Natürlich müsse garantiert werden, dass die Nutzer, die Produkte aus den offen Daten entwickeln und Geld damit verdienen, auch etwas zurückgeben – also Vorteilsausgleich liefern. Dies werde am besten gewährleistet, wenn der Zugang zu diesen Daten ohne Bezahlschranken allen offen stünde, sagt Scholz. Sinnvoll sei der Vorschlag der Afrikanischen Union, einen Fonds einzurichten, in den ein Prozentanteil von Gewinnen auf biodiversitätsbasierte Produkte eingezahlt werde und der an Länder des Globalen Südens verteilt würde.

Die Wissenschaftlerin verspricht sich von dem offenen Zugang zu Sequenzdaten und Open-Source-Bioinformatik-Software einen sogenannten Leapfrog-Effekt. Dieser beschreibt das Phänomen, dass Länder bestimmte Entwicklungsphasen auslassen und gleich in die nächste springen. „DSI ermöglichen Wissenschaftlern in ärmeren Ländern, Gen- und Biodiversitätsforschung zu betreiben“, sagt Scholz, „das wäre vor einigen Jahren nur mit teuren Sequenzierungsgeräten und Laboren möglich gewesen.“

Die Leopoldina mahnt an, die konkrete Gestaltung eines internationalen Vorteilsausgleichs im Rahmen des Nagoya-Protokolls dürfe weder den Biodiversitätsschutz noch die offene Wissenschaft gefährden.

Auf rein wissenschaftlicher Ebene funktioniere der Ausgleich schon, sagt Christine von Weizsäcker, Präsidentin der Umweltorganisation Ecoropa, die bei den aktuellen Verhandlungen zu DSI dabei ist. Die Datenanalyse von IPK und DZSM sei ein wertvoller Beitrag, allerdings vermisse sie vor allem zwei Aspekte: „Zum einen nimmt die Studie nur Daten aus öffentlich zugänglichen Quellen in den Blick“, sagt sie, Sammlungen in privatwirtschaftlichen Bioarchiven, in Unternehmen und in den Grauzonen öffentlich-privatwirtschaftlicher Partnerschaften müssten dringend berücksichtigt werden.
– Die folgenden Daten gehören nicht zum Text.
def add_parser(sub):
    """Add the ``fleet`` subcommand to the CLI's subparsers."""
    f = sub.add_parser(
        "fleet", help="replay many traces on a dask cluster, with an A/B of two cores",
        description="Replay every trace of MANIFEST.csv (columns path,target and tag "
                    "columns; paths relative to the manifest) or of a folder/glob through "
                    "the estimator on a dask.distributed cluster (a LocalCluster here by "
                    "default) and write one result row per trace.",
        epilog="Workers need tinytherm with the sim extra, dask[distributed], and the trace "
               "files at the same paths. An estimate is never a safety interlock.")
    f.add_argument("manifest", metavar="MANIFEST.csv",
                   help="manifest CSV, a folder of trace CSVs, or a quoted glob pattern")
    f.add_argument("--out", required=True, metavar="RESULTS.csv",
                   help="per-trace results; beside it RESULTS.parquet, RESULTS_by_tag.csv, "
                        "RESULTS_report.md and PNG plots")
    f.add_argument("--workers", type=int, default=None, metavar="N",
                   help="LocalCluster workers (default: CPU count; 0: in this process, no dask)")
    f.add_argument("--scheduler", metavar="ADDR",
                   help="use an existing dask cluster, e.g. tcp://10.0.0.5:8786")
    f.add_argument("--threads", action="store_true",
                   help="LocalCluster workers as threads, not processes")
    f.add_argument("--target", type=float, metavar="C",
                   help="target, deg C, for traces without one in the manifest")
    f.add_argument("--skip-bad", action="store_true",
                   help="skip malformed rows (counted) instead of failing the trace")
    f.add_argument("--chunk", type=int, metavar="K", help="traces per task (default: auto)")
    f.add_argument("--core", metavar="PATH", help="candidate core: another checkout's folder "
                   "(default: the installed tinytherm)")
    f.add_argument("--set", action="append", metavar="NAME=VALUE", default=[],
                   help="candidate estimator setting (repeatable), e.g. memory_s=900, "
                        "heater=off, ambient_c=21")
    f.add_argument("--baseline-core", metavar="PATH",
                   help="A/B: the baseline (e.g. released) core's checkout or install folder")
    f.add_argument("--baseline-set", action="append", metavar="NAME=VALUE", default=[],
                   help="A/B: baseline estimator setting (repeatable)")
    f.add_argument("--worse-by", type=float, default=0.02, metavar="X",
                   help="A/B: a trace got worse when its median relative error rose by more "
                        "than X (default 0.02)")
    f.add_argument("--plot-worse", type=int, default=10, metavar="N",
                   help="A/B: replay plots of the N worst traces (default 10)")
    f.add_argument("--no-plots", action="store_true", help="no PNG plots")
    f.add_argument("--quiet", action="store_true", help="no progress bar")
    f.set_defaults(func=cmd_fleet)
    return f


def cmd_fleet(args):
    """The ``fleet`` subcommand; returns the exit code."""
    from host_sim import fleet_report
    try:
        items, tag_names = load_items(args.manifest, args.target, args.skip_bad)
        variants = {"cand": make_variant(args.core, args.set)}
        if args.baseline_core or args.baseline_set:
            variants["base"] = make_variant(args.baseline_core, args.baseline_set)
    except (OSError, ValueError, RuntimeError) as exc:
        print("error: %s" % exc, file=sys.stderr)
        return 2
    if not items:
        print("error: no traces in %s" % args.manifest, file=sys.stderr)
        return 2
    where = args.scheduler or ("this process" if args.workers == 0 else
                               "a LocalCluster of %d worker(s)"
                               % (args.workers or os.cpu_count() or 1))
    print("fleet: %d trace(s) on %s" % (len(items), where))
    try:
        results = run_fleet(items, variants, workers=args.workers, scheduler=args.scheduler,
                            processes=not args.threads, progress=not args.quiet,
                            chunk_size=args.chunk)
    except ImportError as exc:
        print("error: %s (the fleet command needs the fleet extra: pip install "
              "\"tinytherm[fleet]\", or --workers 0 without dask)" % exc, file=sys.stderr)
        return 2
    except OSError as exc:          # e.g. no scheduler at --scheduler ADDR
        print("error: %s" % exc, file=sys.stderr)
        return 2
    report = fleet_report.write_all(args.out, items, tag_names, variants, results,
                                    worse_by=args.worse_by, plot_worse=args.plot_worse,
                                    plots=not args.no_plots)
    for line in report:
        print(line)
    return 0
Nach Weizsäcker werde „das große Geld“ woanders verdient, und DSI sei leider auch das perfekte Versteck „für ganz altmodische Biopiraterie“.

Den Kritikpunkt haben die Autoren der Datenerhebung vorweggenommen. Derzeit arbeiten die Gaterslebener Forscher an einer Folgestudie, in der sie Nutzung und Herkunft von DSI abgleichen, dank derer Patente angemeldet wurden oder nicht öffentlich geforscht wird. Ende nächsten Jahres sollen die Ergebnisse vorliegen.